Berichten zufolge geht es dabei nicht nur um Venezuela. Aussagen Trumps und seines Kabinetts richten sich gegen mehrere Staaten und lassen offen, wo Worte enden und Taten beginnen.
Militärische Signale
Besonders deutlich äußerte sich Trump mit Blick auf Kolumbien. Wie Die Zeit berichtet, stellte er das Land als Quelle des Drogenschmuggels dar und sprach von einer Regierung, die das Problem nicht kontrolliere.
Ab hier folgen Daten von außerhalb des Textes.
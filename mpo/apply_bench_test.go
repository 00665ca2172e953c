package mpo

import (
	"fmt"
	"math/rand/v2"
	"slices"
	"testing"

	"github.com/stretchr/testify/require"

	"rundle/internal/dense"
	"rundle/internal/task"
	"rundle/mpo/ladder"
	"rundle/mps"
	"rundle/mps/block"
)

// benchModel is a lattice, its Hamiltonian, and a bond dimension.
type benchModel struct {
	name  string
	rungs int
	legs  []ladder.Part
	terms []ladder.Term
	bond  int
}

func benchModels() []benchModel {
	legs := func(s ladder.Site, names ...string) (parts []ladder.Part) {
		for _, n := range names {
			parts = append(parts, ladder.Leg(n, s))
		}
		return parts
	}
	each := ladder.Each{"l": "legs"}
	spins := []ladder.Term{{Formula: "S[l,j].S[l,j+1]", Each: each}, {Formula: "S[a,j].S[b,j]"}}
	return []benchModel{
		{"ladder", 32, legs(ladder.Spin(1), "a", "b"), spins, 400},
		{"ladder", 32, legs(ladder.Spin(1), "a", "b"), spins, 800},
		{"chain", 64, legs(ladder.Spin(1), "a"), spins[:1], 256},
		{"hubbard", 32, legs(ladder.Electron(), "a"), []ladder.Term{{Formula: "-c_up^+[a,j+1] c_up[a,j] + h.c."}, {Formula: "-c_down^+[a,j+1] c_down[a,j] + h.c."},
			{Formula: "4 n_up[a,j] n_down[a,j]"}}, 512},
		{"flux", 32, legs(ladder.Fermion(), "a", "b"), []ladder.Term{{Formula: "-exp(i) c^+[a,j+1] c[a,j] + h.c."}, {Formula: "-exp(-i) c^+[b,j+1] c[b,j] + h.c."},
			{Formula: "-0.7 c^+[a,j] c[b,j] + h.c."}, {Formula: "3 n[l,j] n[l,j+1]", Each: each}, {Formula: "0.25 (n[a,j] - n[b,j])"}}, 256},
		{"boson", 16, legs(ladder.Boson(3), "a", "b"), []ladder.Term{{Formula: "-exp(0.7*i) b^+[a,j+1] b[a,j] + h.c."}, {Formula: "-exp(-0.7*i) b^+[b,j+1] b[b,j] + h.c."},
			{Formula: "-b^+[a,j] b[b,j] + h.c."}, {Formula: "n[l,j] (n[l,j] - 1)", Each: each}}, 128},
		{"four legs", 12, legs(ladder.Spin(1), "a", "b", "c", "d"), []ladder.Term{{Formula: "S[l,j].S[l,j+1]", Each: each},
			{Formula: "S[l,j].S[l+1,j]", Each: each}}, 400},
	}
}

// stage is the middle of a model's chain: environments with random elements, but for the identities that canonical sites have there.
type stage[T dense.Scalar] struct {
	planner     *Planner[T]
	first       int
	bonds       []block.Axis
	left, right *block.Tensor[T]
	theta       *block.Tensor[T]
}

func (m benchModel) stage(b *testing.B) any {
	l, err := ladder.New(m.rungs, ladder.Open, m.legs...)
	require.NoError(b, err)
	h, err := l.Hamiltonian(nil, m.terms...)
	require.NoError(b, err)
	f, err := h.Frames(ladder.FrameOptions{})
	require.NoError(b, err)
	s, err := f.Strings(h.Poly)
	require.NoError(b, err)
	if s.Real {
		return newStage[float64](b, s, m.bond)
	}
	return newStage[complex128](b, s, m.bond)
}

func newStage[T dense.Scalar](b *testing.B, s *ladder.Strings, bond int) *stage[T] {
	o, err := Build[T](s, Options{})
	require.NoError(b, err)
	filling := block.Charge{}
	for i, p := range o.Phys { // half filled
		q := p.Sectors[i%2*(len(p.Sectors)-1)].Charge
		if len(p.Sectors) == 4 {
			q = p.Sectors[1+i%2].Charge
		}
		filling = o.Group.Add(filling, q)
	}
	bonds, err := mps.ExpectedBonds(o.Group, o.Phys, filling, bond)
	require.NoError(b, err)
	st := &stage[T]{planner: NewPlanner(o), first: o.Len()/2 - 1, bonds: bonds}
	rng := rand.New(rand.NewPCG(1, 2))
	i := st.first
	l, r := bonds[i], bonds[i+2]
	st.theta = block.Random[T](block.NewStructure(o.Group, []block.Axis{l, o.Phys[i], o.Phys[i+1], r.Reversed()}, block.Charge{}), rng)
	st.left = block.Random[T](block.NewStructure(o.Group, []block.Axis{l.Reversed(), o.Bonds[i].Axis(block.In), l}, block.Charge{}), rng)
	st.right = block.Random[T](block.NewStructure(o.Group, []block.Axis{o.Bonds[i+2].Axis(block.In), r, r.Reversed()}, block.Charge{}), rng)
	setIdentity(st.left, true, placeOf(st.left.Axes[1], o.Bonds[i].Vacant))
	setIdentity(st.right, false, placeOf(st.right.Axes[0], o.Bonds[i+2].Done))
	return st
}

func setIdentity[T dense.Scalar](env *block.Tensor[T], left bool, at place) {
	bond := 0
	if left {
		bond = 1
	}
	for i, b := range env.Blocks {
		if b.Sectors[bond] != at.sector {
			continue
		}
		n := b.Shape[2]
		for r := range n {
			row := env.Block(i)[(at.inner*n+r)*n:]
			if left {
				row = env.Block(i)[(r*b.Shape[1]+at.inner)*n:]
			}
			clear(row[:n])
			row[r] = 1
		}
	}
}

// BenchmarkApply reports the rate of one application and of a large product of equal work beside it, in GF/s of real operations.
func BenchmarkApply(b *testing.B) {
	for _, m := range benchModels() {
		for _, threads := range []int{1, 2} {
			b.Run(fmt.Sprintf("model=%s/bond=%d/threads=%d", m.name, m.bond, threads), func(b *testing.B) {
				switch s := m.stage(b).(type) {
				case *stage[float64]:
					s.apply(b, threads)
				case *stage[complex128]:
					s.apply(b, threads)
				}
			})
		}
	}
}

func (s *stage[T]) apply(b *testing.B, threads int) {
	var ws Workspace[T]
	pool := task.New(threads)
	out := slices.Clone(s.theta.Data)
	h := s.planner.Project(s.first, 2, s.left, s.right, s.theta.Structure)
	h.Apply(out, s.theta.Data, &ws, pool)
	for b.Loop() {
		h.Apply(out, s.theta.Data, &ws, pool)
	}
	flops := h.Flops()
	if dense.IsComplex[T]() {
		flops *= 4
	}
	b.ReportMetric(flops/1e6, "Mflop")
	b.ReportMetric(flops*float64(b.N)/b.Elapsed().Seconds()/1e9, "GF/s")
	b.ReportMetric(float64(len(s.theta.Data)), "elements")
}

// BenchmarkProject plans anew each time; kept takes the plan of the last time.
func BenchmarkProject(b *testing.B) {
	for _, m := range benchModels() {
		for _, kept := range []bool{false, true} {
			b.Run(fmt.Sprintf("model=%s/bond=%d/kept=%v", m.name, m.bond, kept), func(b *testing.B) {
				switch s := m.stage(b).(type) {
				case *stage[float64]:
					s.project(b, kept)
				case *stage[complex128]:
					s.project(b, kept)
				}
			})
		}
	}
}

func (s *stage[T]) project(b *testing.B, kept bool) {
	s.planner.Project(s.first, 2, s.left, s.right, s.theta.Structure).Release()
	for b.Loop() {
		if !kept {
			clear(s.planner.projections)
			s.planner.tasks = 0
		}
		s.planner.Project(s.first, 2, s.left, s.right, s.theta.Structure).Release()
	}
}

// BenchmarkGrow reports the rate of the growth of an environment across a canonical site.
func BenchmarkGrow(b *testing.B) {
	for _, m := range benchModels() {
		for _, left := range []bool{true, false} {
			b.Run(fmt.Sprintf("model=%s/bond=%d/left=%v", m.name, m.bond, left), func(b *testing.B) {
				switch s := m.stage(b).(type) {
				case *stage[float64]:
					s.grow(b, left)
				case *stage[complex128]:
					s.grow(b, left)
				}
			})
		}
	}
}

func (s *stage[T]) grow(b *testing.B, left bool) {
	var ws Workspace[T]
	p, env, i := s.planner, s.left, s.first
	if !left {
		env, i = s.right, i+1
	}
	axes := []block.Axis{s.bonds[i], p.op.Phys[i], s.bonds[i+1].Reversed()}
	a := block.Random[T](block.NewStructure(p.op.Group, axes, block.Charge{}), rand.New(rand.NewPCG(1, 2)))
	plan := func() *Growth[T] {
		if left {
			return p.LeftIsometry(i, env, a.Structure)
		}
		return p.RightIsometry(i, env, a.Structure)
	}
	g := plan()
	out := block.New[T](g.Out)
	g.Run(out, env, a, a, &ws, nil)
	for b.Loop() {
		plan().Run(out, env, a, a, &ws, nil)
	}
	flops := g.Flops()
	if dense.IsComplex[T]() {
		flops *= 4
	}
	b.ReportMetric(flops/1e6, "Mflop")
	b.ReportMetric(flops*float64(b.N)/b.Elapsed().Seconds()/1e9, "GF/s")
}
Auf Nachfrage deutete er an, ein militärisches Vorgehen nicht auszuschließen, und sagte: „Das klingt gut für mich.“
Auch gegenüber dem Iran verschärfte der US-Präsident den Ton. Er drohte Teheran mit einem harten Eingreifen, falls Sicherheitskräfte erneut tödlich gegen Protestierende vorgingen, wie Die Zeit berichtet. Auf Truth Social schrieb Trump: „Wir stehen Gewehr bei Fuß und sind bereit.“
Politischer Druck
Neben militärischen Andeutungen setzt Washington auf politischen Druck. Mexiko wird dabei als Schlüsselstaat dargestellt. Trump erklärte, die Regierung von Präsidentin Claudia Sheinbaum habe die Kontrolle über die Kartelle verloren und machte deutlich, dass die USA Handlungsbedarf sähen, wie Die Zeit berichtet.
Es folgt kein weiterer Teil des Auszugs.